■ Your goal: Reproduce the records exactly through the line with "step, or the".

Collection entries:
== Segment start ==
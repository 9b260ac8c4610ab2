// `loopwright predict (MODEL.json | --plant FORMULA) --gain K [--controller C]
//                     [--reference step:FROM:TO:AT] [--duration S] [--actuator LO:HI]
//                     [--overshoot-max PCT] [--pade N] [--json] [--save FILE.json]
//                     [--plot FIGURE.svg] [--draws N] [--seed N] [-o FILE.csv]`
//
// What one gain will do (design/prediction.h): closed-loop poles (dead time through Padé, said),
// the dominant pair's zeta and wn, gain and phase margins with their crossovers (exact dead
// time), the steady-state error to the step, the simulated step's metrics and the peak actuator
// effort, with a warning beyond the actuator limits; a compact summary table (app/summary_table.h).
// A response without a peak (lti/step_metrics.h: no overshoot above 0.1 % of the step, or the
// largest value in the record's tail) shows "no peak" and why instead of a peak time; in JSON
// metrics.peak_time is null and metrics.peak_note the reason (null when there is a peak).
// --save writes the JSON document the report reads; --plot draws the response figure with the
// envelope over parameter draws when the model file has a covariance (app/predict_plot.h).
#include <cmath>
#include <memory>
#include <optional>
#include <string>

#include <nlohmann/json.hpp>

#include "app/command.h"
#include "app/controller_option.h"
#include "app/figure_path.h"
#include "app/model_draws.h"
#include "app/model_source.h"
#include "app/output.h"
#include "app/predict_plot.h"
#include "app/saved_document.h"
#include "app/summary_table.h"
#include "design/prediction.h"
#include "io/csv_writer.h"
#include "io/response_figure.h"
#include "io/rig_limits.h"
#include "lti/error.h"
#include "lti/input_signal.h"

namespace lw::app {
namespace {

using nlohmann::json;

// The prediction as one JSON document (printed by --json, written by --save; the report reads
// it: io/report.h, src/app/report.cc).
json PredictionJson(const Prediction& p, const Controller& controller, const LoadedModel& model,
                    const InputSignal& ref) {
  const StepMetrics& m = p.metrics;
  json poles = json::array();
  for (const auto& s : p.poles) poles.push_back({s.real(), s.imag()});
  return {
      {"gain", p.gain},
      {"controller", controller.ToString()},
      {"plant", model.tf.ToString()},
      {"pade_order", p.pade_order},
      {"stable", p.stable},
      {"closed_loop_poles", poles},
      {"dominant",
       {{"pole", {p.dominant.real(), p.dominant.imag()}},
        {"zeta", JsonNumber(p.dominant_shape.zeta)},
        {"wn", JsonNumber(p.dominant_shape.wn)}}},
      {"metrics",
       {{"rise_time", JsonNumber(m.rise_time)},
        {"overshoot_percent", JsonNumber(m.overshoot_percent)},
        {"peak_time", m.has_peak ? JsonNumber(m.peak_time) : json()},
        {"peak_note", m.has_peak ? json() : json(m.no_peak)},
        {"settling_time", JsonNumber(m.settling_time)},
        {"steady_state_error", JsonNumber(p.steady_state_error)},
        {"peak_actuator", JsonNumber(m.peak_actuator)}}},
      {"margins",
       {{"gain_margin", JsonNumber(p.margins.gain_margin)},
        {"gain_margin_db", JsonNumber(p.margins.gain_margin_db)},
        {"phase_crossover", JsonNumber(p.margins.phase_crossover)},
        {"phase_margin_deg", JsonNumber(p.margins.phase_margin_deg)},
        {"gain_crossover", JsonNumber(p.margins.gain_crossover)},
        {"delay_margin", JsonNumber(p.margins.delay_margin)}}},
      {"actuator",
       {{"min", p.actuator_min}, {"max", p.actuator_max}, {"exceeded", p.actuator_exceeded}}},
      {"reference", ref.ToString()},
  };
}

std::string MarginText(double v, const std::string& unit, double at) {
  if (std::isinf(v)) return "inf";
  return FormatNumber(v, 4) + " " + unit + " at " + FormatQuantity(at, "rad/s");
}

class PredictCommand : public Command {
 public:
  void Configure(CLI::App& sub) override {
    source_.Add(sub);
    controller_.Add(sub, /*gain_required=*/true);
    sub.add_option("--reference", reference_,
                   "Reference step step:FROM:TO:AT (one step; default step:0:1:0)")
        ->capture_default_str();
    sub.add_option("--duration", duration_, "Seconds to simulate after the step (default: auto)");
    sub.add_option("--actuator", actuator_, "Actuator limits LO:HI (warn when exceeded)");
    sub.add_option("--overshoot-max", overshoot_max_,
                   "Overshoot limit in percent of the step, judged in the summary and drawn");
    sub.add_option("--pade", pade_, "Padé order for the dead time in the pole list (1..8)")
        ->capture_default_str();
    sub.add_option("--draws", draws_,
                   "Parameter draws for the figure's uncertainty envelope (model with covariance)")
        ->capture_default_str();
    sub.add_option("--seed", seed_, "Seed of the parameter draws")->capture_default_str();
    sub.add_flag("--json", json_, "Print one JSON document instead of text");
    sub.add_option("--save", save_path_,
                   "Also write the JSON document to this file (the report "
                   "reads it)");
    sub.add_option("--plot", plot_path_,
                   "Draw the predicted response and actuator effort to FILE (.svg, .png, .pdf)");
    sub.add_option("-o,--out", out_path_, "Write the predicted response (t, r, u, y) as CSV");
  }

  int Run(Context& ctx) override {
    if (!plot_path_.empty()) CheckFigurePath("--plot", plot_path_);
    CheckDistinct();
    if (draws_ < 20) {
      throw UsageError("--draws " + std::to_string(draws_) +
                       ": the envelope needs at least 20 parameter draws");
    }
    if (overshoot_max_ && !(*overshoot_max_ > 0.0 && *overshoot_max_ < 100.0)) {
      throw UsageError("--overshoot-max " + FormatNumber(*overshoot_max_) +
                       ": it must be a percentage with 0 < P < 100");
    }
    LoadedModel model = source_.Load();
    Controller controller = controller_.Parse();
    const double gain = controller_.gain();
    InputSignal ref = InputSignal::Parse(reference_);
    if (ref.kind() != InputSignal::Kind::kSteps || ref.StepTimes().size() != 1) {
      throw UsageError("--reference '" + reference_ +
                       "': predict needs exactly one step, step:FROM:TO:AT");
    }
    PredictionOptions o;
    o.step_time = ref.StepTimes()[0];
    o.reference_from = ref.initial_level();
    o.reference_to = ref.Sample(std::vector<double>{o.step_time + 1.0})[0];
    if (duration_) {
      if (!(std::isfinite(*duration_) && *duration_ > 0.0)) {
        throw UsageError("--duration " + FormatNumber(*duration_) +
                         ": it must be a number > 0 (s)");
      }
      o.duration = *duration_;
    }
    o.pade_order = pade_;
    if (!actuator_.empty()) {
      auto [lo, hi] = ParseRange(actuator_, "--actuator");
      o.actuator_lo = lo;
      o.actuator_hi = hi;
    }
    Prediction p = Predict(model.tf, controller, gain, o);
    if (p.actuator_exceeded) Warn(ctx, p.actuator_warning);
    if (!p.stable) Warn(ctx, "the closed loop is unstable at K = " + FormatNumber(gain, 4));
    if (!p.direction_warning.empty()) Warn(ctx, p.direction_warning);
    json doc = PredictionJson(p, controller, model, ref);
    if (overshoot_max_) doc["overshoot_limit_percent"] = *overshoot_max_;

    std::string envelope_note;
    if (!plot_path_.empty()) {
      ModelDraws draws = DrawModelPlants(model, static_cast<size_t>(draws_), seed_);
      ResponseEnvelope env = EnvelopeOverDraws(p, controller, draws.plants);
      envelope_note =
          draws.plants.empty() ? draws.note + "; the figure has no envelope" : draws.note;
      PredictPlotInput in{
          p,
          env,
          o.reference_from,
          o.reference_to,
          overshoot_max_,
          o.settle_band,
          o.actuator_lo,
          o.actuator_hi,
          "Predicted step at K = " + FormatNumber(gain, 4) + ", " + controller.ToString(),
          {"Model: " + model.description + "; exact dead time in the loop."}};
      if (!envelope_note.empty()) in.caption.push_back(envelope_note);
      WriteResponseFigure(plot_path_, BuildResponseFigure(in));
      doc["figures"] = {{"response", plot_path_}};
      doc["envelope_draws"] = env.used;
    }
    if (!out_path_.empty()) WriteRecord(p, ctx);
    if (!save_path_.empty())
      SaveDocument(save_path_, doc, "loopwright-prediction", model.description, ctx.command_line);
    if (json_) {
      PrintJson(ctx, doc);
      return 0;
    }
    PrintHuman(ctx, p, controller, model, ref, o);
    if (!envelope_note.empty()) ctx.out << "  (" << envelope_note << ")\n";
    if (!plot_path_.empty()) ctx.out << "figure: " << plot_path_ << "\n";
    if (!save_path_.empty()) ctx.out << "prediction file: " << save_path_ << "\n";
    if (!out_path_.empty()) ctx.out << "response record: " << out_path_ << "\n";
    return 0;
  }

 private:
  void CheckDistinct() const {
    const std::string* paths[] = {&plot_path_, &save_path_, &out_path_};
    const char* names[] = {"--plot", "--save", "-o"};
    for (int i = 0; i < 3; ++i)
      for (int j = i + 1; j < 3; ++j)
        if (!paths[i]->empty() && *paths[i] == *paths[j])
          throw UsageError(std::string(names[i]) + " and " + names[j] + " name the same file '" +
                           *paths[i] + "'");
  }

  void PrintHuman(Context& ctx, const Prediction& p, const Controller& controller,
                  const LoadedModel& model, const InputSignal& ref,
                  const PredictionOptions& o) const {
    const StepMetrics& m = p.metrics;
    std::ostream& out = ctx.out;
    out << Bold(ctx, "predict") << " K = " << FormatNumber(p.gain, 6) << ", controller "
        << controller.ToString() << ", " << model.description << "\n";
    out << "  closed-loop poles"
        << (p.pade_order ? " (dead time through Padé order " + std::to_string(p.pade_order) + ")"
                         : std::string())
        << ":";
    for (const auto& s : p.poles) {
      if (ListedPole(s)) out << "  " << PoleText(s);
    }
    out << (p.stable ? "" : "  " + Bad(ctx, "UNSTABLE")) << "\n";
    if (p.dominant.imag() > 0.0) {
      out << "  dominant pair: zeta " << FormatNumber(p.dominant_shape.zeta, 3) << ", wn "
          << FormatQuantity(p.dominant_shape.wn, "rad/s", 4) << "\n\n";
    } else {  // a real pole: no pair; the region's zeta and wn read it as zeta 1, wn = |s|
      out << "  dominant pole: real, s = " << FormatNumber(p.dominant.real(), 4)
          << " (as zeta 1, wn " << FormatQuantity(p.dominant_shape.wn, "rad/s", 4) << ")\n\n";
    }

    SummaryTable t({"quantity", "predicted", "limit", "verdict"});
    t.AddRow({"closed loop", p.stable ? "stable" : "unstable", "", OkFail(p.stable)});
    t.AddRow({"rise time (10-90 %)", FormatQuantity(m.rise_time, "s")});
    if (overshoot_max_) {
      t.AddRow({"overshoot", FormatQuantity(m.overshoot_percent, "%"),
                "<= " + FormatQuantity(*overshoot_max_, "%"),
                OkFail(m.overshoot_percent <= *overshoot_max_)});
    } else {
      t.AddRow({"overshoot", FormatQuantity(m.overshoot_percent, "%")});
    }
    t.AddRow({"peak time", !p.stable    ? "n/a"
                           : m.has_peak ? FormatQuantity(m.peak_time, "s")
                                        : "no peak"});
    t.AddRow({"settling time (" + FormatNumber(100 * o.settle_band) + " %)",
              FormatQuantity(m.settling_time, "s")});
    t.AddRow({"steady-state error", FormatNumber(p.steady_state_error, 4)});
    if (o.actuator_lo || o.actuator_hi) {
      std::string range =
          FormatNumber(p.actuator_min, 4) + " to " + FormatNumber(p.actuator_max, 4);
      t.AddRow({"actuator range", range,
                FormatNumber(o.actuator_lo.value_or(-INFINITY), 4) + " to " +
                    FormatNumber(o.actuator_hi.value_or(INFINITY), 4),
                OkFail(!p.actuator_exceeded)});
    } else {
      t.AddRow({"peak actuator |u|", FormatNumber(m.peak_actuator, 4)});
    }
    t.AddRow({"gain margin",
              std::isinf(p.margins.gain_margin)
                  ? std::string("inf")
                  : MarginText(p.margins.gain_margin_db, "dB", p.margins.phase_crossover)});
    t.AddRow({"phase margin",
              std::isinf(p.margins.phase_margin_deg)
                  ? std::string("inf")
                  : MarginText(p.margins.phase_margin_deg, "deg", p.margins.gain_crossover)});
    t.AddRow({"delay margin", FormatQuantity(p.margins.delay_margin, "s")});
    t.Print(ctx);
    if (!m.has_peak) out << "  " << m.no_peak << "\n";
    out << "  (response simulated with the exact dead time, reference " << ref.ToString() << ")\n";
  }

  void WriteRecord(const Prediction& p, Context& ctx) const {
    lw::WriteCsv(out_path_, {"t", "r", "u", "y"}, {p.t, p.r, p.u, p.y},
                 "loopwright predict: " + ctx.command_line);
  }

  ModelSource source_;
  ControllerOption controller_;
  std::string reference_ = "step:0:1:0";
  std::optional<double> duration_;
  std::string actuator_;
  std::optional<double> overshoot_max_;
  int pade_ = 3;
  int draws_ = 200;
  unsigned seed_ = 1;
  bool json_ = false;
  std::string save_path_;
  std::string plot_path_;
  std::string out_path_;
};

}  // namespace

std::unique_ptr<Command> MakePredictCommand() { return std::make_unique<PredictCommand>(); }

}  // namespace lw::app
== Segment end ==
■ Your response:
repository 9b260ac8c4610ab2
// `loopwright predict (MODEL.json | --plant FORMULA) --gain K [--controller C]
//                     [--reference step:FROM:TO:AT] [--duration S] [--actuator LO:HI]
//                     [--overshoot-max PCT] [--pade N] [--json] [--save FILE.json]
//                     [--plot FIGURE.svg] [--draws N] [--seed N] [-o FILE.csv]`
//
// What one gain will do (design/prediction.h): closed-loop poles (dead time through Padé, said),
// the dominant pair's zeta and wn, gain and phase margins with their crossovers (exact dead
// time), the steady-state error to the step, the simulated step's metrics and the peak actuator
// effort, with a warning beyond the actuator limits; a compact summary table (app/summary_table.h).
// A response without a peak (lti/step_metrics.h: no overshoot above 0.1 % of the step, or the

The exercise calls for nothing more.